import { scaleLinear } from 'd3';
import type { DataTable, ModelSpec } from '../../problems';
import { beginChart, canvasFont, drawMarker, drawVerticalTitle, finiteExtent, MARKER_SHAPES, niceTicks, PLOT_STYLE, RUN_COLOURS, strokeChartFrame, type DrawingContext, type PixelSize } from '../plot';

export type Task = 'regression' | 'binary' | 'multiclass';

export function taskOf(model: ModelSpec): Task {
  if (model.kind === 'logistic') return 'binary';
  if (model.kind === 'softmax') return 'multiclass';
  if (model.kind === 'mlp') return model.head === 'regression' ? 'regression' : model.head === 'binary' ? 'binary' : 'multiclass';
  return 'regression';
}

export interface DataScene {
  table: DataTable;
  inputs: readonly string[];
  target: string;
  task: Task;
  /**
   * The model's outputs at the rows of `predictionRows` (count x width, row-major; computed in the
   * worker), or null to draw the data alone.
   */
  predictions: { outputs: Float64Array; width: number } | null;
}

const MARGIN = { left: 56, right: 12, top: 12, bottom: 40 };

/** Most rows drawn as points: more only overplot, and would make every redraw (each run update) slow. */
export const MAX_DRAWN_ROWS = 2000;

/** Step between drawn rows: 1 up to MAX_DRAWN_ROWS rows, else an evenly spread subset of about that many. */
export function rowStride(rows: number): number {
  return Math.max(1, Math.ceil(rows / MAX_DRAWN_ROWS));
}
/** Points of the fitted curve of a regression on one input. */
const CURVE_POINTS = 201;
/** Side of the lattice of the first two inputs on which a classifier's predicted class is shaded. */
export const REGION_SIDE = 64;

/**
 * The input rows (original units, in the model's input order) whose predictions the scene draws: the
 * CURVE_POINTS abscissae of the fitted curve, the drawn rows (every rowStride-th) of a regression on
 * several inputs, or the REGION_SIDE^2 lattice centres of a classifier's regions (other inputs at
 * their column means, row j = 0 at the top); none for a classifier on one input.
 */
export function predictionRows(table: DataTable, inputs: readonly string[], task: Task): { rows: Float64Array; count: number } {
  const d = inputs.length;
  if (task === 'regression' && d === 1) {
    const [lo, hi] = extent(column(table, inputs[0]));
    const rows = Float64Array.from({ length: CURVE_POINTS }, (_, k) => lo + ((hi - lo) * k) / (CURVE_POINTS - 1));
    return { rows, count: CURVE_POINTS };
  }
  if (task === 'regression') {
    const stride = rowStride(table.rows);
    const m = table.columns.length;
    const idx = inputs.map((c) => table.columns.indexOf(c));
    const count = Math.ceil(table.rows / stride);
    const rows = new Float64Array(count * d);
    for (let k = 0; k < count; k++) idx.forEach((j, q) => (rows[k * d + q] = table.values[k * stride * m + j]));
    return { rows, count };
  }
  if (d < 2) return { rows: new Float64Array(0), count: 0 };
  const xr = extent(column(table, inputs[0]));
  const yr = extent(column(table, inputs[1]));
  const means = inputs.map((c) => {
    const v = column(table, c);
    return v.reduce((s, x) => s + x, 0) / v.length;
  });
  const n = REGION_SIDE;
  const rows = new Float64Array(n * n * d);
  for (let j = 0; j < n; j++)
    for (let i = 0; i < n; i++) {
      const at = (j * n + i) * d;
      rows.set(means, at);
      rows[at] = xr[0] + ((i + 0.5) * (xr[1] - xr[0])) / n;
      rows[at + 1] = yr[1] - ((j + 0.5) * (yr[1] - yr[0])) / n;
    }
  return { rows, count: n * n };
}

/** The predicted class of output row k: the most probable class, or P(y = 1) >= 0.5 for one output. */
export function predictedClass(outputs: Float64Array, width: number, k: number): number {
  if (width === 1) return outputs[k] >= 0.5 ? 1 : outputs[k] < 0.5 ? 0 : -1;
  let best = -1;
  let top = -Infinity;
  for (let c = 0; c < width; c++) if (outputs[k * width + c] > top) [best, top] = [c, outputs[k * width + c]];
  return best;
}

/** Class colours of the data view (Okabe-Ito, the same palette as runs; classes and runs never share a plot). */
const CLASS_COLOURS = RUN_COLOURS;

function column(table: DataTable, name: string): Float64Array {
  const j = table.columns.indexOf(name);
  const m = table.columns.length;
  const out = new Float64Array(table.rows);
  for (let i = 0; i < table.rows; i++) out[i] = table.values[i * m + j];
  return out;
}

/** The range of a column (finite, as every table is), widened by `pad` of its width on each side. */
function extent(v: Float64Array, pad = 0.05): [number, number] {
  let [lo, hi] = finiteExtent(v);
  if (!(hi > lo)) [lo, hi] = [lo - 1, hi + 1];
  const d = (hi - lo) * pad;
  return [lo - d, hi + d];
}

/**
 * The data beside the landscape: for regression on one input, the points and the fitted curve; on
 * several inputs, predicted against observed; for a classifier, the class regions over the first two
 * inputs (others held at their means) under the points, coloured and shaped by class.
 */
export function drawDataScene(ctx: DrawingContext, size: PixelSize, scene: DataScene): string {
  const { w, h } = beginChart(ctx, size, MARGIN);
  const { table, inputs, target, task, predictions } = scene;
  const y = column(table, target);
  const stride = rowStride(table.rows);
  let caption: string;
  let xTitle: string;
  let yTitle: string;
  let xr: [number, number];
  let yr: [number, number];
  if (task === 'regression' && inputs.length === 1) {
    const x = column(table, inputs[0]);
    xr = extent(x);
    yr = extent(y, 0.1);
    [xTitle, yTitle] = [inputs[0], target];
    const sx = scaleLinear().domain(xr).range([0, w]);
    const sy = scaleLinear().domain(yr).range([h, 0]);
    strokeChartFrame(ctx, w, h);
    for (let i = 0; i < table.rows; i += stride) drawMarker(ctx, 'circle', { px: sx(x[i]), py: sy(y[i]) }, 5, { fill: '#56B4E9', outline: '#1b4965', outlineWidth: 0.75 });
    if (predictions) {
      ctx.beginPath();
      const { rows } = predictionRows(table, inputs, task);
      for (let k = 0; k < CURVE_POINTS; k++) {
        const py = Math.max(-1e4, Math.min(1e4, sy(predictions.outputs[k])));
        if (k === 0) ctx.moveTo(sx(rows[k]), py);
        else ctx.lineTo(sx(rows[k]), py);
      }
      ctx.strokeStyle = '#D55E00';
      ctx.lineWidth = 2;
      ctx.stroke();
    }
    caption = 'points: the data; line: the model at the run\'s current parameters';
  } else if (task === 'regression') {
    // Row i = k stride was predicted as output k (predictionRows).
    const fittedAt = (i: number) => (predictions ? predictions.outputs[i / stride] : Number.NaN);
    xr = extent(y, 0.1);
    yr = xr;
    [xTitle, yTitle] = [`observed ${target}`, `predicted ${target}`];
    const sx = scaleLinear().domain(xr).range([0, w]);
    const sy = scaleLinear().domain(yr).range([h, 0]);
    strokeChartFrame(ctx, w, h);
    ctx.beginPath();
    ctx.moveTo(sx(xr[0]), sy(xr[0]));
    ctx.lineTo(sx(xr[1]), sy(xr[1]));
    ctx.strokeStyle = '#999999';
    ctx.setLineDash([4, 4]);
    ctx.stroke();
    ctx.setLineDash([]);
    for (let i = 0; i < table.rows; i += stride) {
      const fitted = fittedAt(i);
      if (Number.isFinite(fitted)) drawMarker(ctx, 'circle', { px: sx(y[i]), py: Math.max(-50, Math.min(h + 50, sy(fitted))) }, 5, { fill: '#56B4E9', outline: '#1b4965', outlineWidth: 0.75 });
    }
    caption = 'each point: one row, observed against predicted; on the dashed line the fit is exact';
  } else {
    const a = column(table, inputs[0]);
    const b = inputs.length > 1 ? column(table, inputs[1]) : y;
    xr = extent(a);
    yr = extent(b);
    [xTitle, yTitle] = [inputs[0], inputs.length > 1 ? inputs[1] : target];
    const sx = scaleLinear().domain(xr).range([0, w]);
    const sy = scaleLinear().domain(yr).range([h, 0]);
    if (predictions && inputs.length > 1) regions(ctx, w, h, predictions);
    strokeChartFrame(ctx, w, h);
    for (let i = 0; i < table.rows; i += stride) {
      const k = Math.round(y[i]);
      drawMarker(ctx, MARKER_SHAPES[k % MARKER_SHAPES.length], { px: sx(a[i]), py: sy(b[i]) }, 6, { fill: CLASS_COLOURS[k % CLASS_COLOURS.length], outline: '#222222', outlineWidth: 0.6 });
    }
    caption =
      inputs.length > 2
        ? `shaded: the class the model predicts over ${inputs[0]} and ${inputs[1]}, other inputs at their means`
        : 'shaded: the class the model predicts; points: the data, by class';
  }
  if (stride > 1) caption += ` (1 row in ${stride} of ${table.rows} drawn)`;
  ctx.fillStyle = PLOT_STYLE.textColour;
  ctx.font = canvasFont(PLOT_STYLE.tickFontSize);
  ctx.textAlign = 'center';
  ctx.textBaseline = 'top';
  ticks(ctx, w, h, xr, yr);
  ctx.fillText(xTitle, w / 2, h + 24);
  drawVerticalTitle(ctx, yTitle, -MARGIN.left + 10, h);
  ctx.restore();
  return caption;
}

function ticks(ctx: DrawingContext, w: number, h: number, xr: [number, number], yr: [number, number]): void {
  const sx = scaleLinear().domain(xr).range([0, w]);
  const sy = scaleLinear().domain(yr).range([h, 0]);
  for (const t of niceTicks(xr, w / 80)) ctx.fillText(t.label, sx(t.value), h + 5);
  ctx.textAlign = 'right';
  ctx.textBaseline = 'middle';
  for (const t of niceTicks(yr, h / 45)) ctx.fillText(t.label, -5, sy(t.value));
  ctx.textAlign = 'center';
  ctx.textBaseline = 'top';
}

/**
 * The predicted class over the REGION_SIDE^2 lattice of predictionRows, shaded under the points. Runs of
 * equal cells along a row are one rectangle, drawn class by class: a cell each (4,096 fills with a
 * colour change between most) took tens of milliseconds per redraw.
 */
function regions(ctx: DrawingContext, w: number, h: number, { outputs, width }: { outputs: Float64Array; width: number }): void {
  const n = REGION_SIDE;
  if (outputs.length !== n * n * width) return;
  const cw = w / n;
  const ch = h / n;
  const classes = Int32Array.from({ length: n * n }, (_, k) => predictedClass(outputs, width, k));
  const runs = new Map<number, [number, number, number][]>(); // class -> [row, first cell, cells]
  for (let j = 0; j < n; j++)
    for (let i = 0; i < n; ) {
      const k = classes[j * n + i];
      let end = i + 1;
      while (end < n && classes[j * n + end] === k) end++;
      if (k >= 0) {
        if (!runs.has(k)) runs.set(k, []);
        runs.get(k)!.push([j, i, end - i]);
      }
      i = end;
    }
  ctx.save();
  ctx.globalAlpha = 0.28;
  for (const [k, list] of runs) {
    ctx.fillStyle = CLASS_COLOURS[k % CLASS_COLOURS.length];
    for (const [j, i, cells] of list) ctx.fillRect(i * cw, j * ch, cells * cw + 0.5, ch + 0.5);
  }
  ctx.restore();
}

☆ ☆ ☆ ☆ ☆ ☆ ☆

In the entries above, find the line with "computed in the" and the line with "one input. */", then restate word for word both of them and every line between, with nothing more.

   * The model's outputs at the rows of `predictionRows` (count x width, row-major; computed in the
   * worker), or null to draw the data alone.
   */
  predictions: { outputs: Float64Array; width: number } | null;
}

const MARGIN = { left: 56, right: 12, top: 12, bottom: 40 };

/** Most rows drawn as points: more only overplot, and would make every redraw (each run update) slow. */
export const MAX_DRAWN_ROWS = 2000;

/** Step between drawn rows: 1 up to MAX_DRAWN_ROWS rows, else an evenly spread subset of about that many. */
export function rowStride(rows: number): number {
  return Math.max(1, Math.ceil(rows / MAX_DRAWN_ROWS));
}
/** Points of the fitted curve of a regression on one input. */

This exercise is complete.